The Wayback Machine - :80/projects/soempi/record_linkage_experiments.html
Record Linkage Experiments on the local SOEMPI

Record Linkage Experiments on the local SOEMPI

You supposedly imported at least two datasets to play with (in case of a PRL a Key Server component is needed, but that can be configured as the local machine itself). A wizard is accessible at the Data Providers which guide through the configuration steps: import guide.
  1. First please log in to the data provider if you haven't done so.
  2. Click on the Perform Match toolbar icon to get to the Match View.
  3. You will be presented the Match View page. You can perform record linkage (match) between two imported datasets here using the controls in the headerline of the view, and you can see all of the performed record linkages in the listview below that. In this guid we will perform a record linkage and see what results can we display about finished matches.
  4. Let us first specify the dataset which considered to be on the left side of the linkage. Selecting the dataset all of the drop-down controls which offer selection of fields of the left dataset. This includes the left "original id field" selector on this MatchView, field selectors in various dialogs of blocking and matching configuration related user interfaces.
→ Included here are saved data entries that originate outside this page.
"""The API's own OpenAPI 3.0 document at ``GET /api/v1/openapi.json`` (any logged-in role).

Every route under /api/v1 has one entry in OPERATIONS below, keyed by (OpenAPI path, method);
tests/reliability/test_openapi.py fails when a route has no entry, and the fuzz test
(tests/reliability/test_fuzz_api.py) sends thousands of generated requests built from it.
The assessment input schema is generated from the rulebook's own input field list, so the
document and the validator cannot drift apart.
"""

from __future__ import annotations

import re

from flask import current_app, jsonify

from clinic_app.web.api import bp

ERROR_REF = {"$ref": "#/components/schemas/Error"}
SESSION = [{"sessionCookie": []}]
SESSION_CSRF = [{"sessionCookie": [], "csrfHeader": []}]
DEVICE = [{"deviceToken": []}]


def _error(description: str) -> dict:
    return {"description": description, "content": {"application/json": {"schema": ERROR_REF}}}


def _json(schema: dict, description: str = "OK") -> dict:
    return {"description": description, "content": {"application/json": {"schema": schema}}}


def _body(schema: dict) -> dict:
    return {"required": True, "content": {"application/json": {"schema": schema}}}


def _ref(name: str) -> dict:
    return {"$ref": f"#/components/schemas/{name}"}


def _nullable(schema: dict) -> dict:
    return {**schema, "nullable": True}


# Errors every logged-in route can answer with.
COMMON_ERRORS = {"400": _error("The body is not JSON, or the form token is missing."),
                 "401": _error("Not logged in.")}
CODE = {"type": "object", "required": ["code", "text"],
        "properties": {"code": {"type": "string"}, "text": {"type": "string"}}}

SCHEMAS: dict[str, dict] = {
    "Error": {
        "type": "object", "required": ["error"], "additionalProperties": False,
        "properties": {"error": {
            "type": "object", "required": ["code", "message", "fields"],
            "additionalProperties": False,
            "properties": {"code": {"type": "string"}, "message": {"type": "string"},
                           "fields": {"type": "object",
                                      "additionalProperties": {"type": "string"}}}}},
    },
    "User": {
        "type": "object", "required": ["username", "role"],
        "properties": {"username": {"type": "string"},
                       "role": {"type": "string", "enum": ["chw", "nurse", "supervisor",
                                                          "admin"]},
                       "display_name": {"type": "string"}, "area": {"type": "string"}},
    },
    "Login": {
        "type": "object", "required": ["username", "password"],
        "properties": {"username": {"type": "string", "maxLength": 64},
                       "password": {"type": "string", "maxLength": 256}},
    },
    "LoggedIn": {
        "type": "object", "required": ["user", "csrf_token"],
        "properties": {"user": _ref("User"), "csrf_token": {"type": "string"}},
    },
    "AssessResult": {
        "type": "object",
        "required": ["severity", "plan", "refer", "classifications", "ors", "per_stool_ml",
                     "home_ors_ml_per_day", "zinc", "iv", "ng", "sam_rehydration", "actions",
                     "cautions", "scores", "rulebook_version"],
        "properties": {
            "severity": {"type": "string", "enum": ["none", "some", "severe"]},
            "plan": {"type": "string", "enum": ["A", "B", "C", "SAM"]},
            "refer": {"type": "string", "enum": ["urgent", "routine", "none"]},
            "classifications": {"type": "array", "items": {"type": "string", "enum": [
                "no_dehydration", "some_dehydration", "severe_dehydration",
                "very_severe_disease", "dysentery", "persistent_diarrhoea",
                "severe_persistent_diarrhoea", "severe_acute_malnutrition",
                "moderate_acute_malnutrition", "suspected_cholera", "young_infant"]}},
            "ors": _nullable({"type": "object", "required": ["total_ml", "low_ml", "high_ml",
                                                             "hours", "basis", "hourly_ml"],
                              "properties": {
                                  "total_ml": _nullable({"type": "number"}),
                                  "low_ml": _nullable({"type": "number"}),
                                  "high_ml": _nullable({"type": "number"}),
                                  "hours": {"type": "number"},
                                  "basis": {"type": "string", "enum": ["weight", "age"]},
                                  "hourly_ml": {"type": "array"}}}),
            "per_stool_ml": _nullable({"type": "object"}),
            "home_ors_ml_per_day": _nullable({"type": "number"}),
            "zinc": _nullable({"type": "object", "required": ["mg_per_day", "days_min",
                                                              "days_max"]}),
            "iv": _nullable({"type": "object", "required": ["fluid", "steps"]}),
            "ng": _nullable({"type": "object"}),
            "sam_rehydration": _nullable({"type": "object"}),
            "actions": {"type": "array", "items": CODE},
            "cautions": {"type": "array", "items": CODE},
            "scores": {"type": "object"},
            "rulebook_version": {"type": "string"},
        },
    },
    "Rulebook": {
        "type": "object", "required": ["version", "rules", "settings"],
        "properties": {"version": {"type": "string"}, "rules": {"type": "object"},
                       "settings": {"type": "object"}, "sources": {},
                       "growth_tables": {}},
    },
    "Device": {
        "type": "object", "required": ["device_id", "token"],
        "properties": {"device_id": {"type": "string"}, "token": {"type": "string"}},
    },
    "SyncCase": {
        "type": "object", "required": ["id", "created_at", "input", "result"],
        "properties": {
            "id": {"type": "string", "format": "uuid"},
            "created_at": {"type": "string", "format": "date-time"},
            "area": {"type": "string", "maxLength": 100},
            "input": _ref("AssessInput"),
            "result": {"type": "object"},
            "given": {"type": "object", "properties": {
                "ors_sachets": {"type": "integer", "minimum": 0, "maximum": 1000},
                "zinc_tablets": {"type": "integer", "minimum": 0, "maximum": 1000}}},
            "referral_made": {"type": "boolean"},
            "caregiver_language": {"type": "string", "maxLength": 35},
            "household_ref": _nullable({"type": "string", "maxLength": 64}),
            "note": _nullable({"type": "string", "maxLength": 2000}),
        },
    },
    "SyncResults": {
        "type": "object", "required": ["results"],
        "properties": {"results": {"type": "array", "items": {
            "type": "object", "required": ["id", "status", "error"],
            "properties": {"id": {},
                           "status": {"type": "string",
                                      "enum": ["created", "duplicate", "conflict", "rejected"]},
                           "error": _nullable({"type": "string"})}}}},
    },
    "StoredCase": {
        "type": "object",
        "required": ["id", "created_at", "received_at", "input", "result", "server_result",
                     "engine_mismatch", "rulebook_version", "given", "status"],
        "properties": {"id": {"type": "string"}, "created_at": {"type": "string"},
                       "received_at": {"type": "string"}, "input": {"type": "object"},
                       "result": {"type": "object"}, "server_result": {"type": "object"},
                       "engine_mismatch": {"type": "boolean"},
                       "rulebook_version": {"type": "string"}, "given": {"type": "object"},
                       "referral_made": {"type": "boolean"}, "status": {"type": "string"}},
    },
    "Tallies": {
        "type": "object", "required": ["weeks"],
        "properties": {"weeks": {"type": "array", "items": {
            "type": "object", "required": ["week", "cases", "by_severity", "by_plan"],
            "properties": {"week": {"type": "string", "pattern": r"^\d{4}-W\d\d$"},
                           "cases": {"type": "integer"},
                           "by_severity": {"type": "object"}, "by_plan": {"type": "object"},
                           "referrals_urgent": {"type": "integer"},
                           "suspected_cholera": {"type": "integer"},
                           "deaths": {"type": "integer"},
                           "ors_sachets": {"type": "integer"},
                           "zinc_tablets": {"type": "integer"}}}}},
    },
}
  5. Let us then specify the dataset which considered to be on the right side of the linkage. Selecting the dataset all of the drop-down controls which offer selection of fields of the right dataset. This includes the right "original id field" selector on this MatchView, field selectors in various dialogs of blocking and matching configuration related user interfaces.
  6. Specify a unique table name for the record pair links for database persistence. This will be stored in a field of the PersonMatch entity related to the match and there will be an actual table created (prefixed by "tbl_lnk_")
  7. Select the Blocking algorithm you want to use during the record linkage procedure from the drop-down list.
  8. Select the Matching algorithm you want to use during the record linkage procedure from the drop-down list.
  9. Check the "Check True Matches checkbox if your datasets have their own inherited Id fields and you want to specify these "original id fields" in the drop-down boxes below.
  10. If your datasets have their own inherited Id fields, you can select the left "original id field" in the drop-down box if you want do so.
  11. If your datasets have their own inherited Id fields, you can select the right "original id field" in the drop-down box if you want do so.
  12. If you don't want to persist the record pairs and you are only interested in the end result of the EM algorithm please check this box. This is highly advised if you are doing a non-blocking type record linkage on large datasets. Indication that no persistence needed can dramatically decrease runtime and memory usage.
  13. Click on the Match button to finally start the procedure.
  14. An AJAX wait icon will indicate that the computation is under progress.
  15. At the end the AJAX wait icon will disappear and a new row will appear in the listview.
You can examine several properties of the performed record linkages using the icons at the end of the rows of the list view.